Task directions: Determine how many lines in the listing below include "pause", and answer with only that number.

**** Dataset records

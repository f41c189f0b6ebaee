import fc from 'fast-check';
import { describe, expect, it } from 'vitest';
import { naturalLight, smoothSkyLux } from '../../../../shared/math/ladder/naturalLight';
import { moonPosition } from '../../../../shared/math/moonPosition';
import { skyLight } from '../../../../shared/math/skyLight';
import { sunPosition } from '../../../../shared/math/sunPosition';
import { within } from '../../../support/within';

const HOUR_MS = 3_600_000;

describe('the natural light of a ladder', () => {
  it('is the model’s sky, but for the steps where its ranges meet, under 0.02 stop', () => {
    fc.assert(
      fc.property(fc.double({ min: -90, max: 90, noNaN: true }), (altitudeDeg) => {
        const stops = Math.log2(smoothSkyLux(altitudeDeg) / skyLight(altitudeDeg).illuminanceLux);
        within(stops, 0, 0.015, 'difference');
        const isByJoin = [20, 5, -0.8, -5, -12].some((join) => Math.abs(join - altitudeDeg) < 0.05);
        if (!isByJoin) expect(stops).toBe(0);
      }),
    );
  });

  it('never rises while the sun falls', () => {
    const altitudes = fc.oneof(
      fc.double({ min: -17.99, max: 90, noNaN: true }),
      fc
        .tuple(fc.constantFrom(20, 5, -0.8, -5, -12), fc.double({ min: -0.1, max: 0.1, noNaN: true }))
        .map(([join, off]) => join + off),
    );
    fc.assert(
      fc.property(altitudes, fc.double({ min: 1e-6, max: 0.2, noNaN: true }), (altitudeDeg, step) => {
        expect(smoothSkyLux(altitudeDeg - step)).toBeLessThan(smoothSkyLux(altitudeDeg));
      }),
      { numRuns: 1000 },
    );
  });

  it('adds the moon as the moon’s own position gives it', () => {
    fc.assert(
      fc.property(
        fc.double({ min: -65, max: 65, noNaN: true }),
        fc.integer({ min: Date.UTC(2000, 0, 1), max: Date.UTC(2050, 0, 1) }),
        fc.double({ min: 0, max: 5, noNaN: true }),
        (latitude, fromMs, hours) => {
          const place = { latitude, longitude: 20 };
          const light = naturalLight(place, fromMs, fromMs + 5 * HOUR_MS);
          const atMs = Math.round(fromMs + hours * HOUR_MS);
          const moon = moonPosition(place, atMs);
          const skyLux = smoothSkyLux(sunPosition(place, atMs).altitudeDeg);
          const both = Math.log2((skyLux + moon.illuminanceLux) / 2.5);
          // Its rise and set are sudden in the model; a hundredth of a degree decides.
          if (Math.abs(moon.altitudeDeg + 0.8) < 0.02) return;
          within(light.ev100At(atMs), both, 0.02, 'EV');
        },
      ),
    );
  });

  it('owes stops to a full moon after dusk, nothing to it by day, nor to a new one', () => {
    const place = { latitude: 45, longitude: 0 };
    // 3 March 2026, full moon at 11:38 UTC; sunset near 17:50, moonrise near 18:00, moonset of the 4th near 6:40.
    const stopsAt = (day: number, hour: number) => {
      const atMs = Date.UTC(2026, 2, day, hour);
      return naturalLight(place, atMs - HOUR_MS, atMs + HOUR_MS).moonStopsAt(atMs);
    };
    expect(stopsAt(3, 21)).toBeGreaterThan(5);
    expect(stopsAt(4, 12)).toBe(0);
    expect(stopsAt(3, 17)).toBeLessThan(0.001);
    expect(stopsAt(19, 20)).toBeLessThan(0.01);
  });
});
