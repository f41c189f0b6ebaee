import type { z } from 'zod';
import type { Example } from '../../../contract/defineCalculator';
import type { motionIn } from '../../../contract/motionIn';
import type { flashMotionOut } from '../motion';

/** Questions that a photographer asks, with their answers. */
export const motionExamples: readonly Example<z.input<typeof motionIn>, z.output<typeof flashMotionOut>>[] = [
  {
    title:
      'A juggler’s hand at 6 m/s, 85 mm from 4 m: 221 µs keep it within 28.8 µm, 46 µs within a pixel; this flash lasts too long',
    input: {
      subject: { speedMS: 6 },
      distanceM: 4,
      focalLengthMm: 85,
      pixelPitchUm: 6,
      tolerance: { circleOfConfusionUm: 28.8 },
      flash: { t05S: 0.0003, brightnessStops: 0 },
    },
    output: {
      flash: {
        blurPx: 21.637079545243356,
        blurUm: 129.82247727146014,
        blurMmAtSubject: 5.979470570797252,
        frozen: false,
        t01S: 0.0009965784284662086,
      },
      flashForFrozenS: 0.0002210823529411765,
      flashForOnePixelS: 4.605882352941176e-5,
      shutterForFrozen: { exact: 0.0002210823529411765, mark: '1/5000', residualStops: -0.19020482588365495 },
      magnification: 0.021711366538952746,
      toleranceUm: 28.8,
      tolerancePx: 4.8,
    },
  },
  {
    title:
      'A lamp maker sways by 5 cm/s while 1/8 s collects the dusk, three stops under the flash: a faint ghost',
    input: {
      subject: { speedMS: 0.05 },
      distanceM: 3,
      focalLengthMm: 50,
      pixelPitchUm: 6,
      flash: { t05S: 0.001, control: 'cutoff', power: '1/8', brightnessStops: 0 },
      ambient: { shutter: '1/8', subjectBrightnessStops: -3, backgroundBrightnessStops: -1 },
      support: { kind: 'tripod' },
    },
    output: {
      flash: {
        blurPx: 0.027209756771524856,
        blurUm: 0.16325854062914913,
        blurMmAtSubject: 0.009632253897119797,
        frozen: true,
        t01S: 0.00019264507794239591,
      },
      ambient: { blurPx: 17.65536723163842, blurUm: 105.9322033898305, blurMmAtSubject: 6.25, frozen: false },
      shake: { blurPx: 0, blurUm: 0, withinLimit: true, slowestShutter: null },
      ghost: {
        stopsBelowFlash: 3,
        ambientShare: 0.1111111111111111,
        trailPx: 17.65536723163842,
        visibility: 'faint',
        throughStops: -1.6474526700542453,
      },
      flashForFrozenS: 0.00708,
      flashForOnePixelS: 0.00708,
      shutterForFrozen: { exact: 0.00708, mark: '1/160', residualStops: -0.1912984089795188 },
      magnification: 0.01694915254237288,
      toleranceUm: 6,
      tolerancePx: 1,
    },
  },
  {
    title:
      'The same light with a kite flyer who walks, from the hand: the ghost thins out, the lamps behind streak over almost three pixels',
    input: {
      subject: { speedMS: 1.4 },
      distanceM: 6,
      focalLengthMm: 35,
      sensorWidthMm: 36,
      imageWidthPx: 6000,
      flash: { t01S: 0.002, brightnessStops: 0 },
      ambient: { shutter: '1/8', subjectBrightnessStops: -3 },
      support: { kind: 'handheld', stabilisationStops: 3 },
    },
    output: {
      flash: {
        blurPx: 2.738195026543726,
        blurUm: 16.429170159262355,
        blurMmAtSubject: 2.799999999999999,
        frozen: false,
        t01S: 0.0019999999999999996,
      },
      ambient: {
        blurPx: 171.13718915898292,
        blurUm: 1026.8231349538976,
        blurMmAtSubject: 175,
        frozen: false,
      },
      shake: {
        blurPx: 2.734375,
        blurUm: 16.40625,
        withinLimit: true,
        slowestShutter: { exact: 0.22857142857142856, mark: '1/5', residualStops: -0.2040503163883669 },
      },
      ghost: {
        stopsBelowFlash: 3,
        ambientShare: 0.1111111111111111,
        trailPx: 171.13718915898292,
        visibility: 'none',
      },
      flashForFrozenS: 0.0007304081632653062,
      flashForOnePixelS: 0.0007304081632653062,
      shutterForFrozen: { exact: 0.0007304081632653062, mark: '1/1600', residualStops: -0.2476571765310305 },
      magnification: 0.00586756077116513,
      toleranceUm: 6,
      tolerancePx: 1,
    },
  },
  {
    title: 'Straight towards the camera nothing shifts in the middle of the picture, so no flash is too long',
    input: { subject: { speedMS: 9, directionDeg: 90 }, distanceM: 10, focalLengthMm: 135, pixelPitchUm: 4 },
    output: {
      flashForFrozenS: null,
      flashForOnePixelS: null,
      shutterForFrozen: null,
      magnification: 0.013684744044602128,
      toleranceUm: 4,
      tolerancePx: 1,
    },
  },
];
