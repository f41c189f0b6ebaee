import { afterAll, beforeAll, expect, it } from 'vitest';
import { withClient } from '../../../server/scripts/cluster/prepareDatabase';
import { countedDatabase, type Caller, type CountedDatabase } from '../../support/countedDatabase';
import { FaultCluster } from '../../support/FaultCluster';
import { LoadClient, outcomes, served, type Hit } from '../../support/LoadClient';
import { startServiceProcess, type ServiceProcess } from '../../support/serviceProcess';

const WIDTH = 16;
/** What a caller waits before the next call when one was turned away. */
const PACE_MS = 20;
const AWAY_MS = 1_500;
/** No call may hang longer, whatever the database does. */
const HANG_MS = 1_000;
const RECOVERY_MS = 2_000;

let cluster: FaultCluster;
let counted: CountedDatabase;
let service: ServiceProcess;
let client: LoadClient;

beforeAll(async () => {
  cluster = await FaultCluster.open();
  counted = countedDatabase(cluster.ownerUrl);
  client = new LoadClient();
  service = await startServiceProcess(cluster);
}, 90_000);
afterAll(async () => {
  client.close();
  await service.stop();
  await counted.close();
  await cluster.close();
}, 60_000);

const pause = (ms: number) => new Promise((resolve) => setTimeout(resolve, ms));
const look = async (path: string) => {
  const startedMs = performance.now();
  const answer = await fetch(service.url + path);
  await answer.text();
  const { status, headers } = answer;
  return { status, retryAfter: headers.get('retry-after'), tookMs: performance.now() - startedMs };
};

/** Keeps calls coming until it is told to stop. */
function keepAsking({ keys: [key = ''] }: Caller) {
  const hits: Hit[] = [];
  const end = new AbortController();
  const work = async () => {
    while (!end.signal.aborted) {
      const hit = await client.ask({ url: service.url, key });
      hits.push(hit);
      if (hit.status !== 200) await pause(PACE_MS);
    }
  };
  const done = Promise.all(Array.from({ length: WIDTH }, work));
  const stop = async () => {
    end.abort();
    await done;
    return hits;
  };
  return { hits, stop };
}

async function until(isThere: () => boolean, withinMs: number, what: string): Promise<void> {
  const end = performance.now() + withinMs;
  while (!isThere()) {
    if (performance.now() > end) throw new Error(`no ${what} within ${withinMs} ms`);
    await pause(2);
  }
}

const END_CONNECTIONS = `
SELECT pg_terminate_backend(pid) FROM pg_stat_activity
WHERE datname = current_database() AND usename = current_user AND application_name LIKE 'evenfall-%'`;

interface Outage {
  /** Takes the database away. */
  readonly begin: () => unknown;
  /** Brings it back; what is measured as recovery begins when this is done. */
  readonly end: () => unknown;
}

/** An outage in mid-load: what the callers saw, and what was counted in the end. */
async function outage({ begin, end }: Outage) {
  const caller = await counted.caller({ units: 10_000_000 });
  const load = keepAsking(caller);
  const answered = () => served(load.hits).length;
  await until(() => answered() >= 100, 10_000, 'service before the outage');
  await begin();
  const awayMs = performance.now();
  await until(() => load.hits.some(({ status }) => status === 503), 2_000, '503');
  const meanwhile = [
    await look('/health/ready'),
    await look('/health/live'),
    await look('/metrics'),
  ] as const;
  await pause(Math.max(0, awayMs + AWAY_MS - performance.now()));
  const whileAway = load.hits.filter(({ sentMs }) => sentMs > awayMs).length;
  await end();
  const backMs = performance.now();
  const isServedAnew = ({ status, sentMs }: Hit) => status === 200 && sentMs > awayMs + AWAY_MS;
  await until(() => load.hits.some(isServedAnew), RECOVERY_MS, 'service after the outage');
  const recoveryMs = performance.now() - backMs;
  const ready = await look('/health/ready');
  await until(() => load.hits.filter(isServedAnew).length >= 100, 10_000, 'steady service');
  const hits = await load.stop();
  const used = await counted.used(caller);
  return { hits, used, recoveryMs, meanwhile, ready, whileAway };
}

/** What holds for every outage. */
function expectHonest(name: string, seen: Awaited<ReturnType<typeof outage>>, bound = WIDTH): void {
  const { hits, used, recoveryMs, meanwhile, ready, whileAway } = seen;
  const answered = served(hits).length;
  const longestMs = Math.max(...hits.map(({ tookMs }) => tookMs));
  process.stdout.write(
    `  ${name}: ${answered} served, ${used} counted (bound ${bound}), ${whileAway} asked while away, longest ${Math.round(longestMs)} ms, back after ${Math.round(recoveryMs)} ms\n`,
  );
  expect(Object.keys(outcomes(hits)).sort()).toEqual(['200', '503 unavailable']);
  for (const { status, retryAfterS } of hits) if (status === 503) expect(retryAfterS).toBe(1);
  expect(used).toBeGreaterThanOrEqual(answered);
  expect(used - answered).toBeLessThanOrEqual(bound);
  expect(longestMs).toBeLessThan(HANG_MS);
  expect(whileAway).toBeGreaterThan(WIDTH);
  expect(recoveryMs).toBeLessThan(RECOVERY_MS);
  const [notReady, live, metrics] = meanwhile;
  expect(notReady).toMatchObject({ status: 503, retryAfter: '1' });
  expect(live.status).toBe(200);
  // Who looks after the service needs its figures most of all now.
  expect(metrics.status).toBe(200);
  for (const { tookMs } of meanwhile) expect(tookMs).toBeLessThan(HANG_MS);
  expect(ready.status).toBe(200);
}

it('turns calls away while the database is killed, and serves again as soon as it is back', async () => {
  expectHonest('killed', await outage({ begin: () => cluster.kill(), end: () => cluster.start() }));
}, 60_000);

it('turns calls away while the database is stopped, and serves again as soon as it is back', async () => {
  expectHonest('stopped', await outage({ begin: () => cluster.stop(), end: () => cluster.start() }));
}, 60_000);

it('lets no call hang while the database is frozen, and serves again as soon as it moves', async () => {
  expectHonest('frozen', await outage({ begin: () => cluster.freeze(), end: () => cluster.thaw() }));
}, 60_000);

it('loses no count when its connections are ended again and again in mid-load', async () => {
  const caller = await counted.caller({ units: 10_000_000 });
  const load = keepAsking(caller);
  const ROUNDS = 4;
  let recoveryMs = 0;
  for (let round = 0; round < ROUNDS; round += 1) {
    const before = served(load.hits).length;
    await until(() => served(load.hits).length >= before + 50, 10_000, 'service');
    await withClient(cluster.serviceUrl, (service) => service.query(END_CONNECTIONS));
    const endedMs = performance.now();
    const isAfter = ({ status, sentMs }: Hit) => status === 200 && sentMs > endedMs;
    await until(() => load.hits.some(isAfter), RECOVERY_MS, 'service after the connections were ended');
    recoveryMs = Math.max(recoveryMs, performance.now() - endedMs);
  }
  const hits = await load.stop();
  const used = await counted.used(caller);
  const answered = served(hits).length;
  const bound = ROUNDS * WIDTH;
  process.stdout.write(
    `  connections ended ${ROUNDS} times: ${answered} served, ${used} counted (bound ${bound}), back after ${Math.round(recoveryMs)} ms at most\n`,
  );
  for (const { status } of hits) expect([200, 503]).toContain(status);
  expect(used).toBeGreaterThanOrEqual(answered);
  expect(used - answered).toBeLessThanOrEqual(bound);
}, 60_000);
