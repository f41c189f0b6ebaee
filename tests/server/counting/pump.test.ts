import fc from 'fast-check';
import { expect, it } from 'vitest';
import { GroupCommitMeter } from '../../../server/services/metering/groupCommitMeter';
import { MeterUnavailable, type Decision, type Standing } from '../../../server/services/metering/meter';
import type { Refund } from '../../../server/services/metering/RefundQueue';
import { ScriptedDatabase, verdictOf, type Fate } from '../../support/ScriptedDatabase';

type Step = { take: number } | { giveBack: number } | { waitMs: number };

const steps = fc.array(
  fc.oneof(
    { weight: 6, arbitrary: fc.record({ take: fc.integer({ min: 0, max: 2 }) }) },
    { weight: 1, arbitrary: fc.record({ giveBack: fc.integer({ min: 1, max: 9 }) }) },
    { weight: 1, arbitrary: fc.record({ waitMs: fc.integer({ min: 0, max: 500 }) }) },
  ),
  { minLength: 1, maxLength: 40 },
);
const fates = fc.array(
  fc.oneof(
    { weight: 5, arbitrary: fc.constant<Fate>('done') },
    { weight: 1, arbitrary: fc.constantFrom<Fate>('lost before', 'lost after', 'refused') },
  ),
  { maxLength: 30 },
);
/** Whether the event loop turns between two steps of the schedule. */
const turns = fc.infiniteStream(fc.boolean());

const HASHES = ['a1', 'b2', 'c3'].map((digits) => Buffer.from(digits.repeat(32), 'hex'));
const STANDING = { accountId: 'a', keyId: 'k', at: new Date('2031-05-01T00:00:00Z') } as Standing;
const turn = () => new Promise<void>((resolve) => setImmediate(resolve));

const unavailable = expect.objectContaining({ name: 'Error', retryAfterS: 1 }) as MeterUnavailable;

type Taken = Decision | MeterUnavailable;

/** A meter over a scripted database, and everybody who asked it. */
class Pump {
  readonly database: ScriptedDatabase;
  readonly meter: GroupCommitMeter;
  readonly taken: Promise<Taken>[] = [];
  readonly decided: (Taken | undefined)[] = [];
  readonly lost: Refund[] = [];
  given = 0;
  refunds = 0;
  private nowMs = 0;

  constructor(
    private readonly scheduler: fc.Scheduler,
    fateList: readonly Fate[],
    private readonly turning: Iterator<boolean>,
  ) {
    this.database = new ScriptedDatabase(scheduler, fateList);
    this.meter = new GroupCommitMeter(
      this.database.pool,
      () => this.nowMs,
      (refund) => this.lost.push(refund),
    );
  }

  arrive(list: readonly Step[]): void {
    const labelled = list.map((step) => ({ label: JSON.stringify(step), builder: () => this.step(step) }));
    this.scheduler.scheduleSequence(labelled);
  }

  /** Number `i` asks for `i + 1` units, which tells the calls apart. */
  take(key: number): Promise<Taken> {
    const i = this.taken.length;
    const ask = { keyHash: HASHES[key] as Buffer, units: i + 1, needs: [], site: null };
    const note = (decision: Taken) => (this.decided[i] = decision);
    this.decided.push(undefined);
    const taken = this.meter.take(ask).then(note, note);
    this.taken.push(taken);
    return taken;
  }

  wait(ms: number): void {
    this.nowMs += ms;
  }

  /** Lets everything happen, in the scheduler's order. */
  async run(): Promise<void> {
    for (let idleTurns = 0; idleTurns < 4;) {
      if (this.scheduler.count() > 0) {
        idleTurns = 0;
        await this.scheduler.waitOne();
        if (this.turning.next().value) await turn();
      } else {
        idleTurns += 1;
        await turn();
      }
    }
  }

  private step(step: Step): Promise<void> {
    if ('take' in step) void this.take(step.take);
    else if ('waitMs' in step) this.wait(step.waitMs);
    else {
      this.meter.giveBack(STANDING, step.giveBack);
      this.given += step.giveBack;
      this.refunds += 1;
    }
    return Promise.resolve();
  }
}

const ascending = (numbers: readonly number[]) => [...numbers].sort((a, b) => a - b);
const sum = (numbers: Iterable<number>) => [...numbers].reduce((total, one) => total + one, 0);

/** Every one of the takers got one answer, its own, and was written at most once, in order of arrival. */
function expectFair({ database, decided }: Pump): void {
  expect(database.worst).toBeLessThanOrEqual(1);
  expect(database.calls).toEqual(ascending(database.calls));
  expect(new Set(database.calls).size).toBe(database.calls.length);
  const isWritten = new Set(database.calls);
  decided.forEach((decision, i) => {
    if (decision instanceof MeterUnavailable) return;
    expect(decision).toBeDefined();
    expect(isWritten.has(i + 1)).toBe(true);
    expect(decision?.granted).toBe(verdictOf(i + 1) === 'g');
  });
}

it('gives everybody one decision, their own, in order of arrival, whatever is slow and whatever fails', async () => {
  await fc.assert(
    fc.asyncProperty(fc.scheduler(), steps, fates, turns, async (scheduler, list, fateList, turning) => {
      const pump = new Pump(scheduler, fateList, turning);
      pump.arrive(list);
      await pump.run();
      expectFair(pump);
      // A failure leaves nothing stuck: once the pause is over, the next one is served.
      pump.database.heal();
      pump.wait(400);
      const last = pump.take(0);
      await pump.run();
      expect(await last).toHaveProperty('standing');
      expectFair(pump);
      const closing = pump.meter.close();
      await pump.run();
      await closing;
      // Nothing that had to be given back is lost or given twice.
      expect(pump.lost).toEqual([]);
      expect(pump.database.refunds.size).toBe(pump.refunds);
      expect(sum(pump.database.refunds.values())).toBe(pump.given);
      expect(pump.database.released).toBe(pump.database.opened);
      expect(pump.database.ended).toBe(1);
    }),
    { numRuns: 400, timeout: 5_000 },
  );
});

it('answers everybody before it closes, makes the refunds that it can, and tells of the others', async () => {
  const moment = fc.record({ steps: fc.nat(40), isHealed: fc.boolean() });
  await fc.assert(
    fc.asyncProperty(
      fc.scheduler(),
      steps,
      fates,
      turns,
      moment,
      async (scheduler, list, fateList, turning, close) => {
        const pump = new Pump(scheduler, fateList, turning);
        pump.arrive(list);
        // Somewhere between the first arrival and the last; whoever comes afterwards is turned away.
        for (let i = close.steps; i > 0 && scheduler.count() > 0; i -= 1) await scheduler.waitOne();
        if (close.isHealed) pump.database.heal();
        const before = { taken: pump.taken.length, refunds: pump.refunds };
        let openAtClose = -1;
        const closing = pump.meter.close().then(() => {
          openAtClose = pump.decided.slice(0, before.taken).filter((one) => one === undefined).length;
        });
        await pump.run();
        await closing;
        expect(openAtClose).toBe(0);
        expectFair(pump);
        expect(pump.database.ended).toBe(1);
        expect(pump.database.released).toBe(pump.database.opened);
        const made = [...pump.database.refunds.keys()];
        expect(new Set([...made, ...pump.lost.map(({ id }) => id)]).size).toBe(pump.refunds);
        if (close.isHealed) expect(made.length).toBeGreaterThanOrEqual(before.refunds);
      },
    ),
    { numRuns: 400, timeout: 5_000 },
  );
});

it('sends calls that arrive together, or while a statement is under way, as one statement', async () => {
  await fc.assert(
    fc.asyncProperty(fc.scheduler(), fc.integer({ min: 2, max: 60 }), async (scheduler, count) => {
      const pump = new Pump(scheduler, [], [].values());
      for (let i = 0; i < count; i++) void pump.take(i % 3);
      await turn();
      await scheduler.waitOne();
      await turn();
      for (let i = 0; i < count; i++) void pump.take(i % 3);
      expect(pump.database.calls).toEqual([]);
      await pump.run();
      expect(pump.database.calls).toHaveLength(2 * count);
      expect(scheduler.report().filter(({ label }) => label === 'take')).toHaveLength(2);
    }),
    { numRuns: 50, timeout: 5_000 },
  );
});

it('turns away at once who waits behind a statement that failed, and who comes while the pause lasts', async () => {
  await fc.assert(
    fc.asyncProperty(fc.scheduler(), fc.nat(399), async (scheduler, waitedMs) => {
      const pump = new Pump(scheduler, ['done', 'lost before'], [].values());
      const first = pump.take(0);
      await turn();
      await scheduler.waitOne();
      await turn();
      const behind = pump.take(1);
      await scheduler.waitOne();
      expect(await Promise.all([first, behind])).toEqual([unavailable, unavailable]);
      pump.wait(waitedMs);
      expect(await pump.take(2)).toEqual(unavailable);
      expect(scheduler.count()).toBe(0);
    }),
    { numRuns: 50, timeout: 5_000 },
  );
});

it('tries a refund that failed once more when it closes, however short the time since', async () => {
  await fc.assert(
    fc.asyncProperty(
      fc.scheduler(),
      fc.constantFrom<Fate>('lost before', 'lost after', 'refused'),
      async (scheduler, fate) => {
        const pump = new Pump(scheduler, ['done', fate], [].values());
        pump.meter.giveBack(STANDING, 5);
        await pump.run();
        const closing = pump.meter.close();
        await pump.run();
        await closing;
        expect([...pump.database.refunds.values()]).toEqual([5]);
        expect(pump.lost).toEqual([]);
      },
    ),
    { numRuns: 20, timeout: 5_000 },
  );
});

********

Finished task: 6